Ich könnte, um das zu bestätigen, lange Ausführungen machen; ich will das aber nur kurz anführen: das muß das Geld werden! Es wird es werden, wenn alle übrigen Machinationen aufhören werden, die in die Zirkulation des Geldes hineinspielen. Denn lediglich das Geld ist der gemeinsame Index, der zu dem gemeinsamen Vergleich für die gegenseitigen Werte der Waren da ist. Das ist dasjenige, was auch durch die Art dieser Dreiteilung erreicht werden kann, und was partiell, einzeln angestrebt wird von der Freiland-Freigeld-Bewegung; deshalb habe ich in einem solchen Falle gesagt: Ich bin ganz mit dieser Bewegung einverstanden - weil ich immer versuche, die einzelnen Bewegungen in ihrer Berechtigung einzusehen, und ich möchte sie in einen gemeinsamen großen Strom leiten, weil ich eben nicht glaube, daß ein Mensch, oder selbst eine Gruppe von Menschen das Richtige finden kann, sondern weil ich demokratisch glaube, daß die Menschen zusammen in der Wirklichkeit, im Zusammenwirken, allein richtig organisiert, erst das Rechte finden werden.

Das ist dasjenige, was ich als Wirklichkeitsansicht bezeichnet habe, nicht als irgendeine objektive Entwickelung ansehe. Aber ich glaube, daß der wirkliche Mensch aus seinem gesunden Menschenerleben heraus im Verein mit den anderen Menschen das finden wird, was dem sozialen Organismus frommt.

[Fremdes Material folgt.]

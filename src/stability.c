/* src/stability.c: per-loop margins, poles, Nyquist count, dominant pair and verdict */
#include "stability.h"

#include <math.h>
#include <stdint.h>
#include <stdlib.h>
#include <string.h>

#include "alloc.h"
#include "crossing.h"
#include "margin.h"
#include "nyquist.h"
#include "passive.h"
#include "poles.h"
#include "units.h"
#include "winding.h"
#include "krylov.h"

static const double PI = 3.14159265358979323846264338327950288;

/* Poles wanted near each shift above the pole limit. */
#define TB_NEAR_WANT 6

/* Dominance (docs/stability.md): a pole whose weight is at most this fraction of
 * the pair's is negligible; one of larger weight must lie at least this many
 * times farther left (|Re s|) than the pair. */
#define DOMINANT_NEGLIGIBLE 0.1
#define DOMINANT_SEPARATION 5.0
/* The pair's predictions disagree with the computed figures when the larger is
 * more than this many times the smaller and they differ by more than the floor. */
#define PAIR_FACTOR 2.0
#define PAIR_FLOOR_PCT 1.0
#define PAIR_FLOOR_DB 0.5

/* Closed-loop or open-loop poles and how many lie right of / on the axis. */
typedef struct {
    tb_pole_found *p;       /* n entries */
    double complex *res;    /* n * ntf residues (closed loop), or NULL */
    size_t ntf;
    size_t count;
    double scale;
    size_t rhp;
    size_t axis;
    size_t axis_away;       /* on the axis, away from s = 0 */
    size_t checked;
} pole_set;

/* One closed-loop pole with the residue of the transfer a loop looks at. */
typedef struct {
    double complex s;
    tb_pole_place place;
    bool checked;
    bool has_residue;
    double complex residue;
    double weight;          /* |residue| / |Re s|, 0 on the axis */
} kept_pole;

static tb_status pole_set_fill(const tb_mna *mna, const tb_loopvec *lv, tb_pole_check *check,
                               const tb_pole_transfer *tf, pole_set *ps)
{
    tb_status st = tb_poles_find(mna, lv, check, tf, ps->ntf, ps->p, ps->res, &ps->count, &ps->scale);
    if (st)
        return st;
    ps->rhp = ps->axis = ps->axis_away = ps->checked = 0;
    for (size_t i = 0; i < ps->count; i++) {
        const tb_pole_found *p = &ps->p[i];
        ps->checked += p->checked;
        ps->rhp += p->place == TB_POLE_RIGHT;
        ps->axis += p->place == TB_POLE_AXIS;
        ps->axis_away += p->place == TB_POLE_AXIS && cimag(p->s) != 0;
    }
    return TB_OK;
}

/* Largest real part first, then upper half-plane first. */
static int by_real_desc(const void *pa, const void *pb)
{
    double complex a = ((const kept_pole *)pa)->s, b = ((const kept_pole *)pb)->s;
    if (creal(a) != creal(b))
        return creal(a) > creal(b) ? -1 : 1;
    return cimag(a) > cimag(b) ? -1 : cimag(a) < cimag(b);
}
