def test_grassberger_g_integral_form_and_identities():
    # Integral form G(n) = psi(n) + (-1)^n int_0^1 t^(n-1)/(1+t) dt (confirmed in the R package entropart,
    # bcShannon "Grassberger2003"; REFERENCE-CHECKS E1), checked with scipy.special.digamma and scipy.integrate.quad.
    n = np.arange(1, 80)
    integral = np.array([quad(lambda t, k=k: t ** (k - 1) / (1 + t), 0, 1, epsabs=1e-14)[0] for k in n])
    np.testing.assert_allclose(E.grassberger_g(n), digamma(n) + (-1.0) ** n * integral, atol=1e-12, rtol=0)
    g = E.grassberger_g(np.arange(1, 120))
    evens = np.arange(2, 118, 2)
    np.testing.assert_allclose(g[evens], g[evens - 1], atol=1e-10)  # G(2n+1) = G(2n)
    np.testing.assert_allclose(g[evens + 1] - g[evens - 1], 2.0 / (evens + 1), atol=1e-10)  # G(2n+2) = G(2n) + 2/(2n+1)
    assert float(E.grassberger_g(100)) - math.log(100) == pytest.approx(1.667e-5, abs=5e-8)


@pytest.mark.parametrize(
    "counts,ml,mm,g03,g03psi",
    [
        ([5, 3, 1, 1, 0], 1.1682824502, 1.3182824502, 1.6396146051, 1.5887821012),
        ([10, 10, 10, 10], 1.3862943611, 1.4237943611, 1.3846391250, 1.3720870449),
        ([1, 1, 1, 1, 1, 1], 1.7917594692, 2.2084261359, 3.0621223147, 2.9764805139),
        ([50, 30, 15, 4, 1], 1.1671401642, 1.1871401642, 1.1895764082, 1.1845680750),
        ([2, 1], 0.6365141683, 0.8031808350, 1.0356418008, 0.8598138472),
    ],
)
def test_pinned_estimator_values(counts, ml, mm, g03, g03psi):
    # Miller 1955 (H_MM = H_ML + (m-1)/2N); Grassberger 2003; pinned values REFERENCE-CHECKS E2 (nats).
    c = np.array(counts)
    assert E.entropy_counts(c, "plugin", base=None) == pytest.approx(ml, abs=1e-9)
    assert E.entropy_counts(c, "miller-madow", base=None) == pytest.approx(mm, abs=1e-9)
    # We implement the psi(N) variant of Grassberger 2003 ...
    assert E.entropy_counts(c, "grassberger", base=None) == pytest.approx(g03psi, abs=1e-9)
    # ... and the ln N variant differs only by the leading term (checks G(n) on real count vectors).
    nz = c[c > 0]
    ln_variant = math.log(nz.sum()) - float((nz * E.grassberger_g(nz)).sum()) / nz.sum()
    assert ln_variant == pytest.approx(g03, abs=1e-9)
    # bits = nats / ln 2
    assert E.entropy_counts(c, "plugin") == pytest.approx(ml / LN2, abs=1e-9)


def test_plugin_matches_scipy_and_spectrum_form():
    # Plug-in entropy equals scipy.stats.entropy of the normalised counts (general-purpose reference).
    rng = np.random.default_rng(0)
    for _ in range(50):
        c = rng.integers(0, 40, size=rng.integers(2, 30))
        c[0] += 1
        for base in (2, math.e, None):
            ref = scipy_entropy(c, base=base)
            assert E.entropy_counts(c, "plugin", base=base) == pytest.approx(ref, abs=1e-12)
        # frequency-of-frequencies form gives the same numbers for every method
        v, m = np.unique(c[c > 0], return_counts=True)

        class Spec:
            value, multiplicity = v, m

        for meth in E.METHODS:
            assert E.entropy_counts(Spec, meth) == pytest.approx(E.entropy_counts(c, meth), abs=1e-12)


def _compositions(N, m):
    """Every count vector of N balls in m bins (stars and bars)."""
    for cuts in itertools.combinations(range(N + m - 1), m - 1):
        prev = -1
        out = []
        for c in cuts:
            out.append(c - prev - 1)
            prev = c
        out.append(N + m - 1 - prev - 1)
        yield np.array(out)


def _exact_expectation(p, N, method):
    p = np.asarray(p, float)
    total = 0.0
    for c in _compositions(N, p.size):
        logw = gammaln(N + 1) - gammaln(c + 1).sum() + float((c * np.log(p)).sum())
        total += math.exp(logw) * E.entropy_counts(c, method, base=None)
    return total


@pytest.mark.parametrize(
    "p,N,biases",
    [
        ([0.25] * 4, 10, {"plugin": -0.171012, "miller-madow": -0.032275, "grassberger": -0.000180}),
        ([0.5, 0.3, 0.15, 0.05], 20, {"plugin": -0.082246, "miller-madow": -0.017197, "grassberger": -0.002284}),
        ([0.125] * 8, 8, {"plugin": -0.522780, "miller-madow": -0.257084, "grassberger": -0.039125}),
    ],
)
def test_exact_bias_by_enumeration(p, N, biases):
    # Exact multinomial expectations (Paninski 2003, Neural Comput. 15:1191 for the framework;
    # Miller 1955 first-order bias -(m-1)/2N); values REFERENCE-CHECKS E3.  The 'grassberger' column
    # is the psi(N) variant, the one this package implements.
    H = -sum(x * math.log(x) for x in p)
    for meth, bias in biases.items():
        assert _exact_expectation(p, N, meth) - H == pytest.approx(bias, abs=2e-6)


def test_collision_estimator_is_unbiased():
    # E[sum n_i(n_i-1)] / (N(N-1)) = sum p_i^2 exactly (binomial factorial moment; REFERENCE-CHECKS E4).
    p = np.array([0.5, 0.3, 0.15, 0.05])
    N = 12
    total = 0.0
    for c in _compositions(N, p.size):
        logw = gammaln(N + 1) - gammaln(c + 1).sum() + float((c * np.log(p)).sum())
        total += math.exp(logw) * math.exp(E.log_power_sum(c, 2))
    assert total == pytest.approx(float((p**2).sum()), abs=1e-12)


def test_float_counts_and_reliability_note():
    c = np.array([3.0, 2.5, 1.2, 0.0])
    assert E.entropy_counts(c, "plugin") == pytest.approx(scipy_entropy(c, base=2), abs=1e-12)
    # Grassberger rounds non-integer counts (documented) and says so
    assert E.entropy_counts(c, "grassberger") == pytest.approx(E.entropy_counts(np.rint(c), "grassberger"), abs=1e-12)
    est = E.block_entropy(c, "grassberger", depth=1, alphabet_size=4)
    assert "rounded" in est.note and not est.reliable and "too short" in est.note
    big = E.block_entropy(np.full(4, 1000), "plugin", depth=1, alphabet_size=4)
    assert big.reliable and big.estimate == pytest.approx(2.0) and big.fraction_of_max == pytest.approx(1.0)
    d = big.to_dict()
    assert d["estimate"] == pytest.approx(2.0) and d["nats"] == pytest.approx(2 * LN2) and d["unit"] == "bits"


def test_bad_counts():
    with pytest.raises(InputError):
        E.entropy_counts([0, 0, 0])
    with pytest.raises(InputError):
        E.entropy_counts([1, -1, 3])
    with pytest.raises(ParameterError):
        E.entropy_counts([1, 2], method="magic")
    with pytest.raises(ParameterError):
        E.grassberger_g(0)


# ================================================================ entropy rates
@pytest.fixture(scope="module")
def two_state_1e6():
    x = mk.simulate_markov(TWO_STATE, 1_000_000, seed=2024)
    return counts_of(x, binary(), 16)


def test_difference_estimator_two_state_chain(two_state_1e6):
    # Cover & Thomas 2006, §4.2: h = 0.5693865938 bits (REFERENCE-CHECKS B2: abs tol 0.004 at n = 1e6).
    truth = mk.entropy_rate(TWO_STATE)
    assert truth == pytest.approx(0.5693865938, abs=1e-9)
    for meth in E.METHODS:
        est = E.h_difference(two_state_1e6, method=meth)
        # rule: largest n with 2^(n+1) <= 1e6/100 -> n = 12
        assert est.depth == 12 and est.reliable and est.note == ""
        assert est.estimate == pytest.approx(truth, abs=0.004)
        assert est.fraction_of_max == pytest.approx(est.estimate)
        assert est.method == f"difference/{meth}" and est.unit == "bits/symbol"


def test_ratio_is_biased_on_correlated_source(two_state_1e6):
    # REFERENCE-CHECKS rule 3: H_n/n carries an O(1/n) bias on a correlated source; the difference does not.
    truth = mk.entropy_rate(TWO_STATE)
    ratio = E.h_ratio(two_state_1e6)
    diff = E.h_difference(two_state_1e6)
    assert ratio.depth == 13
    exact_ratio = mk.block_entropy_exact(TWO_STATE, 13) / 13  # the bias predicted by the closed form
    assert ratio.estimate == pytest.approx(exact_ratio, abs=0.004)
    assert ratio.estimate - truth > 0.008
    assert abs(diff.estimate - truth) < 0.004


def test_renyi_rates_two_state(two_state_1e6):
    # Rached, Alajaji & Campbell 2001; REFERENCE-CHECKS A5 (simulated n = 1e6, difference estimator, tol 0.01).
    for q in (2.0, 3.0):
        est = E.h_renyi(two_state_1e6, q)
        assert est.reliable and est.q == q and est.method == "difference/factorial-moment"
        assert est.estimate == pytest.approx(mk.renyi_rate(TWO_STATE, q), abs=0.01)
    est = E.h_renyi(two_state_1e6, 0.5)  # plug-in sums for non-integer q, flagged in the note
    assert est.estimate == pytest.approx(0.795048868, abs=0.05)
    assert "rare words" in est.note


def test_dna_chain_rates():
    # REFERENCE-CHECKS A5: DNA-like chain, simulated n = 1e6, rule A^(m+1) <= n/100 (m = 5), tol 0.01.
    x = mk.simulate_markov(DNA_CHAIN, 1_000_000, seed=7)
    wc = counts_of(x, dna(), 7)
    est = E.h_difference(wc)
    assert est.depth == 5 and est.reliable
    assert est.estimate == pytest.approx(1.901215753, abs=0.004)
    assert est.fraction_of_max == pytest.approx(est.estimate / 2)
    assert E.h_renyi(wc, 2).estimate == pytest.approx(1.841698278, abs=0.01)
    assert E.h_renyi(wc, 3).estimate == pytest.approx(1.785079086, abs=0.01)
    # REFERENCE-CHECKS rule 4: past the rule the plug-in difference drops by the Miller-Madow
    # bias (A^(m+1) - A^m)/(2N) (in nats); the corrected estimators stay close.
    plug = E.h_difference(wc, depth=6, method="plugin")
    assert not plug.reliable and "too short" in plug.note
    mm_bias_bits = (4**7 - 4**6) / (2 * 1e6) / LN2
    assert 1.901215753 - plug.estimate == pytest.approx(mm_bias_bits, abs=0.004)
    assert E.h_difference(wc, depth=6, method="grassberger").estimate == pytest.approx(1.901215753, abs=0.004)


def test_table_rows_consistent(two_state_1e6):
    rows = E.entropy_table(two_state_1e6, max_depth=6)
    assert [r["depth"] for r in rows] == list(range(1, 7))
    for meth in E.METHODS:
        H = [0.0] + [r[f"H_{meth}"] for r in rows]
        for r in rows:
            n = r["depth"]
            assert r[f"difference_{meth}"] == pytest.approx(H[n] - H[n - 1], abs=1e-12)
            assert r[f"ratio_{meth}"] == pytest.approx(H[n] / n, abs=1e-12)
    blocks = E.block_entropies(two_state_1e6, "plugin", max_depth=3)
    assert [b.estimate for b in blocks] == pytest.approx([r["H_plugin"] for r in rows[:3]])


def test_logistic_full_chaos_one_bit():
    # Logistic map r = 4, partition at 1/2: h = ln 2 = one bit per step (Ulam & von Neumann 1947,
    # from memory; REFERENCE-CHECKS B5: n = 1e6, m <= 8, abs tol 2e-3 nats).
    x = mk.logistic_symbols(1_000_000, 4.0, x0=0.2718, burn=1000)
    wc = counts_of(x, binary(), 9)
    for m in range(1, 9):
        assert E.h_difference(wc, depth=m, method="plugin").nats == pytest.approx(math.log(2), abs=2e-3)
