"""Geometric box counting of any point cloud, with shifted grids and block-bootstrap intervals.

A point cloud (``n x D`` floats, in time order when it comes from a stream)
is covered by grids of cubic boxes of side ``eps``.  A grid is anchored at
``origin`` and shifted by ``offset * eps`` (``offset`` in ``[0, 1)^D``); the
box of a point is ``floor((x - origin) / eps + offset)`` per coordinate.
Several random offsets (seeded) are averaged to reduce lattice effects:
``H_q(eps)`` is the mean over offsets, and the spread of the per-offset
slopes is reported (``lattice_stderr``) and added to the interval.  Shifted
grids are wrapped on a torus (``period``) so they do not count an extra
partial layer of boxes at the edges.  Even so, shifted grids mix the mass of
neighbouring cylinders and their local slopes reach D_q only geometrically
in the depth (about 1-3% off over the scales a typical stream allows), which
is why :mod:`fractalseq.dimensions._consistency` bases its verdict on the aligned grid.

With ``origin = 0``, no offset and ``eps = k**m``, boxes of a chaos-game
cloud of a non-overlapping encoding are exactly the cylinders of m-words,
so box counts equal word counts (after the first ``m - 1`` points, which
still remember the starting point; see :func:`transient_mask`).

The slopes, scaling-range choice, estimators and intervals are those of
:mod:`fractalseq.dimensions._spectrum`, with ``ln(1/eps)`` as the abscissa.
"""

from __future__ import annotations

import dataclasses
from dataclasses import dataclass
import math
from typing import Sequence

import numpy as np
from numba import njit

from fractalseq.resampling import _bootstrap as bs
from fractalseq.resampling._options import Resampling, as_resampling
from fractalseq.dimensions import _level_variance as lv
from fractalseq.dimensions import _levels as lev
from fractalseq.dimensions import _parameters as par
from fractalseq.dimensions import _scaling_fit as fit
from fractalseq.dimensions import _spectrum_results as res
from fractalseq.errors import InputError, ParameterError
from fractalseq.stream import SymbolArray

#: Default number of random grid offsets averaged.
OFFSETS = 8
#: Grids with at most this many cells (in the points' bounding box) are labelled densely, without sorting.
DENSE_CELLS = 1 << 24
#: Deepest scale tried by :func:`default_scales` (halvings of the extent).
MAX_HALVINGS = 40


@njit(cache=True)
def _cell(x, origin, scale, shift, top, wrap):
    """Box coordinate ``floor((x - origin) / scale + shift)``, clamped to ``top`` (if >= 0), modulo ``wrap`` (if > 0)."""
    j = int(math.floor((x - origin) / scale + shift))
    if top >= 0 and j > top:
        j = top
    if wrap > 0:
        j = j % wrap
    return j


@njit(cache=True)
def _coordinate_range(points, keep, xmin, xmax):
    """Smallest and largest coordinate per axis over the kept points; returns how many are kept."""
    n = points.shape[0]
    dim = points.shape[1]
    for d in range(dim):
        xmin[d] = np.inf
        xmax[d] = -np.inf
    kept = 0
    for t in range(n):
        if not keep[t]:
            continue
        kept += 1
        for d in range(dim):
            x = points[t, d]
            if x < xmin[d]:
                xmin[d] = x
            if x > xmax[d]:
                xmax[d] = x
    return kept


@njit(cache=True)
def _cell_range(xmin, xmax, scale, origin, shift, top, wrap, lo, hi):
    """Bounds of the box coordinates per axis from the coordinate bounds.

    The box coordinate is monotone in the point coordinate before wrapping,
    so the boxes of the extreme coordinates bound it; on a torus the bounds
    are ``0..wrap-1``.
    """
    for d in range(xmin.shape[0]):
        if wrap > 0:
            lo[d] = 0
            hi[d] = wrap - 1
        else:
            lo[d] = _cell(xmin[d], origin[d], scale, shift[d], top, wrap)
            hi[d] = _cell(xmax[d], origin[d], scale, shift[d], top, wrap)


@njit(cache=True)
def _dense_cells(points, keep, scale, origin, shift, top, wrap, lo, strides, cells, labels):
    """Label kept points with the rank of their box among the occupied ones (mixed-radix, no sort)."""
    n = points.shape[0]
    dim = points.shape[1]
    table = np.zeros(cells, dtype=np.int32)
    for t in range(n):
        if not keep[t]:
            labels[t] = -1
            continue
        key = 0
        for d in range(dim):
            key += (_cell(points[t, d], origin[d], scale, shift[d], top, wrap) - lo[d]) * strides[d]
        labels[t] = key
        table[key] += 1
    k = 0
    for c in range(cells):
        if table[c]:
            k += 1
    counts = np.empty(k, dtype=np.int64)
    k = 0
    for c in range(cells):
        if table[c]:
            counts[k] = table[c]
            table[c] = k
            k += 1
    for t in range(n):
        if labels[t] >= 0:
            labels[t] = table[labels[t]]
    return counts


@njit(cache=True)
def _packed_cells(points, keep, scale, origin, shift, top, wrap, lo, bits, pos_bits, keys):
    """Keys ``(box coordinates packed) << pos_bits | position`` of the kept points; returns how many."""
    n = points.shape[0]
    dim = points.shape[1]
    k = 0
    for t in range(n):
        if not keep[t]:
            continue
        key = np.uint64(0)
        for d in range(dim):
            j = _cell(points[t, d], origin[d], scale, shift[d], top, wrap)
            key = (key << np.uint64(bits[d])) | np.uint64(j - lo[d])
        keys[k] = (key << np.uint64(pos_bits)) | np.uint64(t)
        k += 1
    return k


@njit(cache=True)
def _cell_matrix(points, keep, scale, origin, shift, top, wrap, out):
    """Box coordinates of the kept points, one row each (the general, sorting fallback)."""
    k = 0
    for t in range(points.shape[0]):
        if keep[t]:
            for d in range(points.shape[1]):
                out[k, d] = _cell(points[t, d], origin[d], scale, shift[d], top, wrap)
            k += 1


def _check_points(points: np.ndarray) -> np.ndarray:
    p = np.asarray(points, dtype=np.float64)
    if p.ndim == 1:
        p = p[:, None]
    if p.ndim != 2:
        raise InputError("Points must be a two-dimensional array, one row per point.")
    if p.shape[1] < 1:
        raise InputError("Points need at least one coordinate.")
    if not np.all(np.isfinite(p)):
        raise InputError("Points contain NaN or infinite coordinates; remove them first.")
    return np.ascontiguousarray(p)


def _check_mask(valid: np.ndarray | None, n: int) -> np.ndarray:
    """The points kept: all (``valid=None``) or a boolean mask with one entry per point."""
    keep = np.ones(n, dtype=bool) if valid is None else np.asarray(valid, dtype=bool)
    if keep.shape != (n,):
        raise ParameterError("The validity mask must have one entry per point.", parameter="valid")
    return keep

Wir haben eines, wovon jeder Mensch weiß, daß es nur im sozialen Leben möglich ist - die heutigen Egoisten möchten wahrscheinlich auch das für sich haben -, das ist für einen geschlossenen Organismus die Sprache. Immer wiederum wird in den Schulen gepredigt: Wäre der Mensch auf einer einsamen Insel, einsam aufgewachsen, so würde er nicht sprechen können; denn Sprechen kann sich nur im sozialen Leben ausbilden. Man muß erkennen [...], daß alle die Dinge, die sich verbergen hinter Privatkapital, Besitz, die sich verbergen hinter der Herrschaft über irgendeine Arbeit und dergleichen, daß alle diese Dinge, auch die menschlichen Talente, die individuellen Begabungen, genau so wie die Sprache, soziale Funktionen haben, daß sie ins soziale Leben hineingehören und nur innerhalb desselben möglich sind. Es muß eine Zeit kommen, wo das in den Schulen den Menschen schon klar wird, was sie durch den sozialen Organismus sind, und was sie daher verpflichtet sind, dem sozialen Organismus wiederum zurückzugeben. Worauf ich also zähle, das ist: soziales Verständnis, welches kommen muß, wie heute von den Schulen das Einmaleins kommt. Darinnen wird man auch noch umlernen müssen. Es gab Zeiten, in denen man in den Schulen etwas ganz anderes gelernt hat als heute; man denke nur an die römischen Schulen. Es werden Zeiten kommen, wo man gerade das in den Schulen den Kindern schon beibringen wird, was soziales Verständnis ist. Weil dieses versäumt worden ist unter dem Einfluß der neueren Technik und des Kapitalismus, deshalb sind wir in die heutigen Zustände, in die krankhaften Zustände des sozialen Organismus hineingekommen.